Session token management improvement
Summary:
Refactor the token management in session
Motivation:
The Token object is used by django_
It currently stores:
1. keystone token
2. user info
3. scope
4. roles
5. service catalog.
It is currently stored in the django session to retrieved on subsequent page reload.
When a signed cookie session backend is used, the application may hit the 4k cookie limit size. One
of the reason for the growth of the cookie size is the service catalog. As more services are registered
the bigger the size of the service catalog would be.
Using default devstack setup, the service catalog take 31% of session size for V2, and 44% for V3.

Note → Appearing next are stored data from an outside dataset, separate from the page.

"""Checks on the water-heater element."""

from __future__ import annotations

from ..physics import protection as prot
from ..units import Bound
from .registry import FAIL, PASS, REVIEW, Context, Expected, Input, Measured, Outcome, Param, check

SRC_ELEMENT = (
    "P = U²/R; IEC 60335-1 cl. 10.1 tolerance +5 % or 20 W / −10 % (from memory); "
    "NiCr changes a few % cold to hot (handbook, from memory)"
)


@check(
    "element_power",
    summary="element power from its cold resistance against its rating",
    source=SRC_ELEMENT,
    bounds=True,
    quantities=("resistance",),
    inputs={
        "rated_power": Input("nameplate power (power reading)"),
        "rated_voltage": Input("nameplate voltage (voltage reading)"),
        "supply_voltage": Input("measured supply voltage", required=False),
    },
    params={
        "below_pct": Param(10.0, "%", "IEC 60335-1 cl. 10.1 (from memory)"),
        "above_pct": Param(5.0, "%", "IEC 60335-1 cl. 10.1 (from memory)"),
        "above_min_w": Param(20.0, "W", "IEC 60335-1 cl. 10.1 (from memory)"),
    },
)
def element_power(ctx: Context) -> Outcome:
    if isinstance(ctx.value, Bound) and ctx.value.open:  # whatever the nameplate says
        return Outcome(FAIL, "open circuit (OL): the element is broken, or a wire or the "
                       "thermostat is open; replace or repair before energising",
                       SRC_ELEMENT, Measured("OL", "Ω", bound="open"))
    rated_w = float(ctx.input("rated_power"))
    rated_v = float(ctx.input("rated_voltage"))
    if isinstance(ctx.value, Bound):
        lo = rated_w * (1 - ctx.param("below_pct") / 100)
        top = prot.element_power_w(rated_v, ctx.value.si)  # the most it can give
        measured = Measured(ctx.value.si, "Ω", bound="over")
        if top < lo:
            return Outcome(FAIL, f"{measured.text()} gives under {top:.0f} W at {rated_v:g} "
                           f"V, below {lo:.0f} W for {rated_w:g} W rated: a failed section or a "
                           "poor connection", SRC_ELEMENT, measured,
                           Expected("W", min=round(lo, 1)))
        return Outcome(REVIEW, f"the meter shows only {measured.text()}: measure on a range "
                       "that gives a figure", SRC_ELEMENT, measured)
    r = float(ctx.value)
    if r <= 0:
        return Outcome(FAIL, "0 Ω: the element or its wiring is short-circuited", SRC_ELEMENT,
                       Measured(r, "Ω"))
    p_w = prot.element_power_w(rated_v, r)
    lo = rated_w * (1 - ctx.param("below_pct") / 100)
    hi = rated_w + max(rated_w * ctx.param("above_pct") / 100, ctx.param("above_min_w"))
    expected = Expected("W", min=round(lo, 1), max=round(hi, 1))
    measured = Measured(round(p_w, 1), "W")
    at_supply = ""
    if ctx.has("supply_voltage"):
        u = float(ctx.input("supply_voltage"))
        at_supply = f"; {prot.element_power_w(u, r):.0f} W at the measured {u:g} V"
    if lo <= p_w <= hi:
        return Outcome(
            PASS,
            f"{r:g} Ω gives {p_w:.0f} W at {rated_v:g} V against {rated_w:g} W rated{at_supply}",
            SRC_ELEMENT, measured, expected,
        )
    if p_w < lo:
        why = ("resistance too high for the rating: a failed section, a poor connection, "
               "or a different element from the nameplate")
    else:
        why = ("resistance too low for the rating: a different element from the nameplate, "
               "or a partial short; check before energising")
    return Outcome(
        FAIL,
        f"{r:g} Ω gives {p_w:.0f} W at {rated_v:g} V, outside {lo:.0f}–{hi:.0f} W: {why}",
        SRC_ELEMENT, measured, expected,
    )


SRC_BAND = "IEC 60038: nominal 230 V, +10 %/−10 % at the supply terminals (from memory)"


@check(
    "element_voltage_band",
    summary="element nameplate voltage against the supply's nominal band",
    source=SRC_BAND,
    quantities=("voltage",),
    params={
        "nominal_v": Param(230.0, "V", SRC_BAND),
        "tolerance_pct": Param(10.0, "%", SRC_BAND),
    },
)
def element_voltage_band(ctx: Context) -> Outcome:
    rated = float(ctx.value)
    nominal = float(ctx.param("nominal_v"))
    lo = nominal * (1 - ctx.param("tolerance_pct") / 100)
    hi = nominal * (1 + ctx.param("tolerance_pct") / 100)
    measured = Measured(rated, "V")
    expected = Expected("V", min=round(lo, 1), max=round(hi, 1))
    if rated < lo:
        return Outcome(FAIL, f"an element rated {rated:g} V on a {nominal:g} V supply "
                       f"({lo:.0f}–{hi:.0f} V) takes {(hi / rated) ** 2:.1f} times its rated "
                       "power at the top of the band and overheats: fit an element rated for "
                       "this supply", SRC_BAND, measured, expected)
    if rated > hi:
        return Outcome(REVIEW, f"an element rated {rated:g} V gives only "
                       f"{(nominal / rated) ** 2 * 100:.0f} % of its rated power on a "
                       f"{nominal:g} V supply: check it is the element meant", SRC_BAND,
                       measured, expected)
    return Outcome(PASS, f"rated {rated:g} V, within the supply band {lo:.0f}–{hi:.0f} V",
                   SRC_BAND, measured, expected)


SRC_DIVERTER = (
    "IEC 60038: supply up to +10 % (from memory); I = U·P/U_r² for a resistive element; "
    "the diverter maker's rated current"
)


@check(
    "diverter_current_rating",
    summary="the diverter's rated current against the element's current at +10 % supply",
    source=SRC_DIVERTER,
    quantities=("current",),
    inputs={
        "rated_power": Input("element nameplate power (power reading)"),
        "rated_voltage": Input("element nameplate voltage (voltage reading)"),
    },
    params={
        "nominal_v": Param(230.0, "V", SRC_BAND),
        "supply_max_pct": Param(10.0, "%", SRC_BAND),
    },
)
def diverter_current_rating(ctx: Context) -> Outcome:
    rating = float(ctx.value)
    supply = float(ctx.param("nominal_v")) * (1 + ctx.param("supply_max_pct") / 100)
    current = prot.element_current_a(float(ctx.input("rated_power")),
                                     float(ctx.input("rated_voltage")), supply)
    measured = Measured(rating, "A")
    expected = Expected("A", min=round(current, 2))
    if rating < current:
        return Outcome(FAIL, f"the diverter is rated {rating:g} A but the element draws "
                       f"{current:.1f} A at {supply:.0f} V (+{ctx.param('supply_max_pct'):g} %): "
                       "it would run beyond its rating; fit a larger diverter or a smaller "
                       "element", SRC_DIVERTER, measured, expected)
    return Outcome(PASS, f"rated {rating:g} A ≥ {current:.1f} A drawn by the element at "
                   f"{supply:.0f} V", SRC_DIVERTER, measured, expected)
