"""Checks that the cylinder's own thermostat and cut-out stay in charge, and the
stored-water temperature regime."""

from __future__ import annotations

from ..units import format_number as f
from .registry import (
    FAIL,
    PASS,
    REVIEW,
    Context,
    Expected,
    Input,
    Measured,
    Outcome,
    Param,
    check,
    csv_list,
)

SRC_OPEN = (
    "IEC 60335-2-21 thermostat and cut-out in the element circuit (from memory); "
    "≤ 0.1 A with the thermostat open is common practice"
)


@check(
    "thermostat_open_current",
    summary="element current with the thermostat open",
    source=SRC_OPEN,
    quantities=("current",),
    params={"max_a": Param(0.1, "A", "common practice")},
)
def thermostat_open_current(ctx: Context) -> Outcome:
    amps = float(ctx.value)
    limit = ctx.param("max_a")
    expected = Expected("A", max=limit)
    if amps <= limit:
        return Outcome(PASS, f"{f(amps)} A with the thermostat open: the thermostat governs "
                       "the element", SRC_OPEN, Measured(amps, "A"), expected)
    return Outcome(
        FAIL,
        f"{f(amps)} A still flows with the thermostat open: the thermostat or cut-out is "
        "bypassed; rewire so the diverter feeds the element through both",
        SRC_OPEN, Measured(amps, "A"), expected,
    )


SRC_OPENING = "common practice: thermostat opens within ±5 K of its set point"


@check(
    "thermostat_opening",
    summary="thermostat opening temperature against its set point",
    source=SRC_OPENING,
    quantities=("temperature",),
    inputs={"set_point": Input("thermostat set point (temperature reading)")},
    params={"tolerance_k": Param(5.0, "K", SRC_OPENING)},
)
def thermostat_opening(ctx: Context) -> Outcome:
    opened = float(ctx.value)
    set_point = float(ctx.input("set_point"))
    tol = ctx.param("tolerance_k")
    expected = Expected("°C", min=set_point - tol, max=set_point + tol)
    diff = opened - set_point
    measured = Measured(opened, "°C")
    if abs(diff) <= tol:
        return Outcome(PASS, f"opened at {f(opened)} °C, {f(diff)} K from the set point "
                       f"{f(set_point)} °C", SRC_OPENING, measured, expected)
    return Outcome(
        FAIL,
        f"opened at {f(opened)} °C, {f(diff)} K from the set point {f(set_point)} °C: the "
        "thermostat is faulty or its sensor is not in its pocket; check before handover",
        SRC_OPENING, measured, expected,
    )


SRC_REGIME = (
    "WHO, Legionella and the prevention of legionellosis (2007): store at 60 °C or more "
    "(from memory)"
)


@check(
    "stored_water_regime",
    summary="how the store reaches 60 °C",
    source=SRC_REGIME,
    kinds=("choice",),
    inputs={"highest_temp": Input("highest store temperature observed", required=False)},
    params={
        "target_c": Param(60.0, "°C", SRC_REGIME),
        "heated_options": Param("timed boost,periodic cycle", None, "checklist options that "
                                "bring the store to temperature"),
        "solar_options": Param("solar only", None, "checklist options that rely on the sun"),
    },
)
def stored_water_regime(ctx: Context) -> Outcome:
    regime = str(ctx.value)
    target = ctx.param("target_c")
    expected = Expected("°C", min=target)
    if regime in csv_list(ctx.param("solar_options")):
        return Outcome(REVIEW, f"relies on solar heating alone: the store may stay below "
                       f"{f(target)} °C for days; agree a boost or a periodic cycle with the "
                       "homeowner as local rules require", SRC_REGIME, Measured(regime, None),
                       expected)
    if regime not in csv_list(ctx.param("heated_options")):
        return Outcome(FAIL, f"'{regime}': nothing brings the store to {f(target)} °C; set a "
                       "timed boost or a periodic high-temperature cycle", SRC_REGIME,
                       Measured(regime, None), expected)
    highest = float(ctx.input("highest_temp"))
    measured = Measured(highest, "°C")
    if highest >= target:
        return Outcome(PASS, f"{regime}; store seen at {f(highest)} °C", SRC_REGIME,
                       measured, expected)
    return Outcome(REVIEW, f"{regime}, but the store was seen only at {f(highest)} °C: watch a "
                   f"boost reach {f(target)} °C before relying on it", SRC_REGIME, measured,
                   expected)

The token should store the minimum information and stop storing the service catalog to be able to scale and not hit the cookie limit.
Description:
There are a number of items to be implemented
1. Token object should store the minimum data:
- keystone token
- scope
2. The rest of the information will be stored in django cache instead of storing in the session
https:/
3. An entry in the django cache will be created for each scoped token:
- key: token_id
- value: access_info from keystone
- expiration: token expiration
4. When horizon rebuild the user object, it will first fetch the Token object from the session.And then fetch the rest of the information from the django cache, using the token as the key.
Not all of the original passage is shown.